But at that point this has nothing to do with Go or C++, and I find this whole discussion rather disingenuous (at first I thought you were detailing the maturity of C(++) compilers and their superior support of auto-vectorization, which would be a reasonable angle): You can import the Intel math libraries and call them from Go (I know, as I do it regularly. See my submissions).

1 comments

No, it doesn't. I tried to make that point too, but perhaps it didn't come across very clearly. For these kind of tight inner loops a language only ever gets in the way, the difference is really only how difficult it is to get rid of the conveniences you don't want. (The much vaunted zero-cost of features you don't use in C++ lingo I guess)

I still think that a systems programming language need to offer escape hatches, whilst striving towards ease of use in the common case. C++ has plenty of hatches, at the cost of horrific complexity.
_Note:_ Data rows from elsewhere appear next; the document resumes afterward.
"""Liquids with a factor on every fugacity: against the exact solution with scaled K, and that nobody goes around it."""

from __future__ import annotations

import ast
from pathlib import Path

import numpy as np
import pytest

from screener import equilibrium
from screener.blends import Blend
from screener.states import scaled
from tests.screening.sample import LIGHT, ZERO, blend

ROOT = Path(__file__).resolve().parents[2]
F = 1.08
LPG = {"n-butane": 0.6, "isopentane": 0.4}
# Whatever turns a liquid into a vapour pressure: above the floor of states these names come from `scaled` only.
UNSCALED = {
    "bubble_pressure", "bubble_temperature", "dew_pressure", "dew_temperature", "flash_tp", "flash_ph", "flash_ps",
    "caloric", "first_vapour", "envelope", "true_vapour_pressure", "dvpe", "reid_vapour_pressure",
    "vapour_pressure_at_ratio", "ratio_temperature", "volatility_sheet", "volatility_sheets", "vapour_space",
    "headspace", "flash_point", "flammable_window", "contaminated_flash_point", "contaminated_space",
    "share_at_flash_point", "hydrogen_sulfide_vapour",
}  # fmt: skip
OPEN = ("screener.equilibrium", "screener.fire", "screener.volatility", "screener.blends")


def unscaled_imports(text: str) -> list[str]:
    """Names of a source that bring in a vapour pressure without its factor."""
    found = []
    for node in ast.walk(ast.parse(text)):
        if isinstance(node, ast.ImportFrom) and (node.module or "").startswith(OPEN):
            found += [alias.name for alias in node.names if alias.name in UNSCALED]
        if isinstance(node, ast.ImportFrom) and node.module == "screener":
            found += [alias.name for alias in node.names if f"screener.{alias.name}" in OPEN]
        if isinstance(node, ast.Import):
            found += [alias.name for alias in node.names if alias.name.startswith(OPEN)]
    return found


def test_nothing_behind_a_finding_goes_around_the_factor():
    files = [p for floor in ("states", "screening", "memo") for p in (ROOT / "screener" / floor).glob("*.py")]
    assert len(files) > 40
    found = {p.name: unscaled_imports(p.read_text(encoding="utf-8")) for p in files if p.name != "scaled.py"}
    assert {name: names for name, names in found.items() if names} == {}


def test_that_test_can_fail():
    assert unscaled_imports("from screener.fire import flash_point, static_class") == ["flash_point"]
    assert unscaled_imports("from screener import fire") == ["fire"]
    assert unscaled_imports("import screener.equilibrium") == ["screener.equilibrium"]
    assert unscaled_imports("from screener.states.scaled import flash_point") == []


def exact_bubble(fluid, T, x, f):
    """Bubble pressure with K scaled by f, by substitution: the sum of x f K is one."""
    P, y = np.array([1e5]), x[None, :]
    for _ in range(400):
        ln_K = fluid.ln_phi(np.array([T]), P, x[None, :], "L") - fluid.ln_phi(np.array([T]), P, y, "V")
        y = x * f * np.exp(ln_K)
        total = y.sum()
        P, y = P * total, y / total
        if abs(total - 1.0) < 1e-12:
            return float(P[0])
    raise AssertionError("no exact solution")


def exact_flash(fluid, T, P, z, f):
    """Vapour fraction with K scaled by f, by substitution and halving."""
    x, y = z, z
    for _ in range(400):
        ln_K = (fluid.ln_phi(*_one(T, P, x), "L") - fluid.ln_phi(*_one(T, P, y), "V"))[0]
        K = f * np.exp(ln_K)
        low, high = 0.0, 1.0
        for _ in range(60):
            b = 0.5 * (low + high)
            low, high = (b, high) if (z * (K - 1.0) / (1.0 + b * (K - 1.0))).sum() > 0.0 else (low, b)
        new = z / (1.0 + b * (K - 1.0))
        moved, x = np.abs(new / new.sum() - x).max(), new / new.sum()
        y = K * x / (K * x).sum()
        if moved < 1e-11:
            return b
    raise AssertionError("no exact solution")


def _one(T, P, x):
    return np.array([T]), np.array([P]), x[None, :]


@pytest.mark.parametrize(("shares", "degC", "bar", "allowed"), [(LIGHT, 20.0, 0.3, 1e-3), (LPG, 40.0, 3.0, 1e-2)])
def test_a_scaled_pressure_beside_the_exact_one(shares, degC, bar, allowed):
    """Allowed: a fifth of the method spread at 3 bar, in proportion to the pressure below (the vapour's B P/RT)."""
    liquid = blend(shares)
    fluid, z, T = liquid.fluid, liquid.z, ZERO + degC
    exact = exact_bubble(fluid, T, z, F)
    near = float(scaled.bubble_pressure(fluid, T, z, F).P[0])
    print(f"\n{degC} degC, f {F}: exact {exact / 1e5:.4f} bar, P times f {100 * (near / exact - 1):+.3f} %")
    assert exact == pytest.approx(bar * 1e5, rel=0.5)  # the case is about as many bar as it says
    assert near == pytest.approx(exact, rel=allowed)
    assert exact_bubble(fluid, T, z, 1.0) == pytest.approx(near / F, rel=1e-8)  # the exact one is right without factor
    P = 0.9 * near
    beta = float(scaled.flash_tp(fluid, T, np.array([P]), z, F).beta[0])
    exact = exact_flash(fluid, T, P, z, F)
    print(f"flashed at {P / 1e5:.3f} bar: vapour fraction {beta:.4f}, exact {exact:.4f}")
    assert 0.02 < exact < 0.9
    # What the pressure misses by moves the fraction in the same measure: its slope is d beta / d ln P.
    steeper = abs(float(scaled.flash_tp(fluid, T, np.array([P * 0.99]), z, F).beta[0]) - beta) / 0.01
    assert beta == pytest.approx(exact, abs=allowed * steeper)


def test_boiling_and_vapour_fit_together():
    """Temperature and pressure of one liquid are each other's inverse, and the space over it adds up to the pressure."""
    liquid = blend(LIGHT)
    fluid, z = liquid.fluid, liquid.z
    T = np.array([ZERO, ZERO + 30.0])
    P = scaled.bubble_pressure(fluid, T, z, F).P
    assert scaled.bubble_temperature(fluid, P, z, F).T == pytest.approx(T, abs=1e-6)  # solver tolerance
    y = scaled.headspace(fluid, T, z, F, P=101325.0)
    # v P/RT = 6e-3 at one bar: the space counts the fugacity at its own pressure, the bubble point at its lower one.
    assert y.sum(axis=1) * 101325.0 == pytest.approx(P, rel=6e-3)
    space = scaled.vapour_space(fluid, T, z, F, P=101325.0)
    assert space.fuel == pytest.approx(y.sum(axis=1), rel=1e-12)


def test_a_factor_shrinks_the_window_from_both_ends_alike():
    """At the lower end of the scaled liquid the plain one stands at 1/f of its limit; so at the flash point."""
    liquid = Blend.of({"stock:jet kerosene": 1.0})
    fluid, z = liquid.fluid, liquid.z
    window = scaled.flammable_window(fluid, z, F)
    plain = scaled.vapour_space(fluid, window.T_lower, z, 1.0)
    assert plain.lower_ratio == pytest.approx([1.0 / F], rel=1e-3)  # v P/RT between P and P/f is 5e-4
    T, T_plain = (float(scaled.flash_point(fluid, z, f).T[0]) for f in (F, 1.0))
    assert T < T_plain
    # One part in twelve more vapour: R T^2 ln f / heat, with 35 to 60 kJ/mol for what evaporates from kerosene.
    assert 0.8 < T_plain - T < 2.5


def test_a_space_takes_f_times_as_much_from_the_liquid():
    """Balance of the scaled liquid: what is missing in the space of a small charge is what evaporated."""
    liquid = blend({"n-pentane": 1.0})
    T = ZERO + 20.0
    rich, thin = (scaled.vapour_space(liquid.fluid, T, liquid.z, F, ratio=r).fuel[0] for r in (0.0, 1e6))
    v = float(liquid.fluid.v_15[0])
    assert rich == pytest.approx(F * scaled.vapour_space(liquid.fluid, T, liquid.z, 1.0).fuel[0], rel=1e-3)
    # All of it gone: n R T / V over the pressure of the space, whatever the factor.
    assert thin == pytest.approx(8.314462618 * T / (1e6 * v) / 101325.0, rel=1e-9)


DRY, WET = Blend.of({"stock:summer gasoline base": 1.0}), Blend.of({"stock:summer gasoline base": 0.998, "species:water": 0.002})
COLD_TO_WARM = np.array([253.15, 273.15, 288.15, 310.93])  # [K]


def test_settled_water_adds_its_own_vapour_pressure_and_no_more():
    """Dry fuel and pure water add up within 0.5 %: each dissolves in the other to less than a thousandth.

    Held together they come to half as much again and more. Ten times the water moves the point by 5e-6: the fuel that
    dissolves in it, a hundred-thousandth of the whole; asked is 1e-4.
    """
    own = equilibrium.bubble_pressure(equilibrium.Fluid.of(["water"]), COLD_TO_WARM, [1.0]).P
    dry = scaled.bubble_pressure(DRY.fluid, COLD_TO_WARM, DRY.z, 1.0).P
    wet = scaled.bubble_pressure(WET.fluid, COLD_TO_WARM, WET.z, 1.0)
    assert wet.P == pytest.approx(dry + own, rel=5e-3)
    together = equilibrium.bubble_pressure(WET.fluid, COLD_TO_WARM, WET.z).P
    assert (together > 1.5 * wet.P).all()
    more = Blend.of({"stock:summer gasoline base": 0.98, "species:water": 0.02})
    assert scaled.bubble_pressure(more.fluid, COLD_TO_WARM, more.z, 1.0).P == pytest.approx(wet.P, rel=1e-4)
    assert wet.y.sum(axis=1) == pytest.approx(1.0, abs=1e-9)


def test_dissolved_water_changes_no_bubble_point():
    """100 ppm of water in the warm, and any water that ethanol holds, are one liquid: the plain answer to the bit."""
    for parts in ({"stock:summer gasoline base": 0.9999, "species:water": 1e-4}, {"species:ethanol": 0.95, "species:water": 0.05}):
        one = Blend.of(parts)
        found = scaled.bubble_pressure(one.fluid, np.array([310.93]), one.z, 1.0)
        plain = equilibrium.bubble_pressure(one.fluid, np.array([310.93]), one.z)
        assert found.P == plain.P and (found.y == plain.y).all()


def test_lanes_with_settled_water_leave_the_others_alone():
    z = np.stack([WET.z, np.where(np.array(WET.names) == "water", 0.0, WET.z)])
    z /= z.sum(axis=1, keepdims=True)
    both = scaled.bubble_pressure(WET.fluid, np.array([288.15, 288.15]), z, np.ones(2)).P
    assert both[0] == scaled.bubble_pressure(WET.fluid, np.array([288.15]), z[:1], 1.0).P[0]
    assert both[1] == equilibrium.bubble_pressure(WET.fluid, np.array([288.15]), z[1:]).P[0]
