"""Docstrings of the public functions of floors 2 to 4 are contracts: held against the signatures."""

from __future__ import annotations

import importlib
import inspect
import re

import pytest

FLOORS = ("screener.equilibrium", "screener.volatility", "screener.fire", "screener.blends")


def _public():
    for floor in FLOORS:
        module = importlib.import_module(floor)
        for name in module.__all__:
            item = getattr(module, name)
            if inspect.isfunction(item):
                yield pytest.param(item, id=f"{floor}.{name}")


def _sections(doc: str) -> dict[str, str]:
    found, current = {}, "summary"
    lines = inspect.cleandoc(doc).splitlines()
    for i, line in enumerate(lines):
        if i + 1 < len(lines) and re.fullmatch(r"-{3,}", lines[i + 1].strip()):
            current = line.strip()
        elif not re.fullmatch(r"-{3,}", line.strip()):
            found[current] = found.get(current, "") + line + "\n"
    return found


@pytest.mark.parametrize("function", list(_public()))
def test_docstring_matches_signature(function):
    sections = _sections(function.__doc__ or "")
    assert sections.get("summary", "").strip(), "no summary line"
    assert "Source" in sections, "no Source section"
    described = re.findall(r"^([\w*, ]+?) :", sections.get("Parameters", ""), re.MULTILINE)
    described = {name.strip(" *") for names in described for name in names.split(",")}
    wanted = {name for name in inspect.signature(function).parameters if not name.startswith("_")}
    assert described == wanted, f"described {sorted(described)}, signature {sorted(wanted)}"


@pytest.mark.parametrize("function", list(_public()))
def test_numbers_have_units(function):
    """Every parameter described as float or array carries a [unit]."""
    text = _sections(function.__doc__ or "").get("Parameters", "")
    entries = re.split(r"^(?=[\w*, ]+? :)", text, flags=re.MULTILINE)
    for entry in entries:
        head = entry.split("\n", 1)[0]
        if re.search(r":.*\b(float|array)\b(?! of (?:str|bool))", head):
            assert re.search(r"\[[^\]]+\]", entry.split("\n", 1)[-1]), f"no unit: {head}"
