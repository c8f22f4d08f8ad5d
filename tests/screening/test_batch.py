"""The same code path screens one case and two thousand, and lane i equals the single run."""

from __future__ import annotations

import time
from dataclasses import replace

import numpy as np
import pytest

from screener.blends import Blend
from screener.screening import screen_many
from tests.screening.sample import case, tank
from tests.screening.sheets import with_figure, with_pressure

SPECIES = ("n-butane", "isopentane", "n-pentane", "n-hexane", "cyclohexane", "n-heptane", "isooctane", "toluene",
           "m-xylene", "ethanol")  # fmt: skip
COUNT = 2000
CHECKED = 25


@pytest.fixture(scope="module")
def batch():
    rng = np.random.default_rng(20260711)
    shares = rng.dirichlet(np.ones(len(SPECIES)), COUNT)
    cases = [case(blend=Blend.of(dict(zip((f"species:{n}" for n in SPECIES), row)))) for row in shares]
    start = time.perf_counter()
    answers = screen_many(cases)
    return cases, answers, time.perf_counter() - start


def test_lane_i_equals_the_single_run(batch, record_property):
    cases, answers, spent = batch
    start = time.perf_counter()
    for i in np.linspace(0, COUNT - 1, CHECKED).astype(int):
        alone = screen_many((cases[i],))[0]
        for one, many in zip(alone.findings, answers[i].findings, strict=True):
            assert (one.id, one.verdict, one.reason) == (many.id, many.verdict, many.reason)
            for field in ("value", "low", "high", "limit_low", "limit_high", "margin", "room_used"):
                a, b = getattr(one, field), getattr(many, field)
                assert (a is None) == (b is None)
                if a is not None:
                    # 1e-9: the two runs differ only in the order of sums and in which lanes iterate together.
                    assert a == pytest.approx(b, rel=1e-9, abs=1e-9)
    each = (time.perf_counter() - start) / CHECKED
    print(f"\n{COUNT} cases together: {spent / COUNT * 1e3:.2f} ms each; alone: {each * 1e3:.1f} ms; "
          f"ratio {each / (spent / COUNT):.0f}")  # fmt: skip


def test_a_broken_case_spoils_no_other(batch):
    from tests.screening.sample import site

    good = case()
    broken = case(site=site(lowest_barometer=None, elevation=None, latitude=None), criteria=())
    colder = case(site=replace(site(), month="Jan"))
    alone = [screen_many((c,))[0] for c in (good, broken, colder)]
    together = screen_many((good, broken, colder))
    for one, many in zip(alone, together):
        assert [(f.id, f.verdict) for f in one.findings] == [(f.id, f.verdict) for f in many.findings]


def test_lane_i_equals_the_single_run_where_sheets_were_measured():
    """Cases with and without a factor, a flash point or a density of their own, in heel and receipt, in one batch."""
    rng = np.random.default_rng(20261201)
    liquids = [Blend.of(dict(zip((f"species:{n}" for n in SPECIES), row))) for row in rng.dirichlet(np.ones(10), 12)]
    factors = rng.uniform(0.9, 1.1, 12)
    measured = [with_pressure(b, f) if i % 3 else b for i, (b, f) in enumerate(zip(liquids, factors))]
    measured[1] = with_figure(measured[1], "flash_point", 260.0, 262.0, 4.0)
    measured[2] = with_figure(measured[2], "density_15", 751.0, 750.0, 0.5)
    # 600 m3 leave some of the receipt at the low level: no two liquids are equal, and the worst is one.
    heels = [replace(tank(), contents=replace(tank().contents, blend=b, volume=600.0)) for b in measured[::-1]]
    cases = [case(blend=b, tank=heel) for b, heel in zip(measured, heels)]
    together, plain = screen_many(cases), screen_many([case(blend=b) for b in liquids])
    for i, one in enumerate(cases):
        alone = screen_many((one,))[0]
        for a, b in zip(alone.findings, together[i].findings, strict=True):
            assert (a.id, a.verdict, a.reason, a.condition) == (b.id, b.verdict, b.reason, b.condition)
            for field in ("value", "low", "high", "limit_low", "limit_high", "room_used"):
                # 1e-9: as above.
                here, there = getattr(a, field), getattr(b, field)
                assert here == (there if there is None else pytest.approx(there, rel=1e-9, abs=1e-9))
            assert [f.value for f in a.facts] == [
                pytest.approx(f.value, rel=1e-9, abs=1e-9) if isinstance(f.value, float) else f.value for f in b.facts
            ]
        assert alone.assumptions == together[i].assumptions
    assert sum(a.findings != b.findings for a, b in zip(together, plain)) == 12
But suppose I'm willing to pay the cost of writing my code in 5 different code paths for different processors for that extra 2-4x of performance. Very few languages offer that possibility, and most of those who do only offer to call a C library. I'm the guy stuck writing the Intel math libraries of the world, and I want something more reasonable to do it in.

The point that corresation is making is that none of the optimizations you did had anything to do with C++. You could have easily done them for the Go version, but you didn't. Then you put up a chart and said "this is why C++ is better." Huh?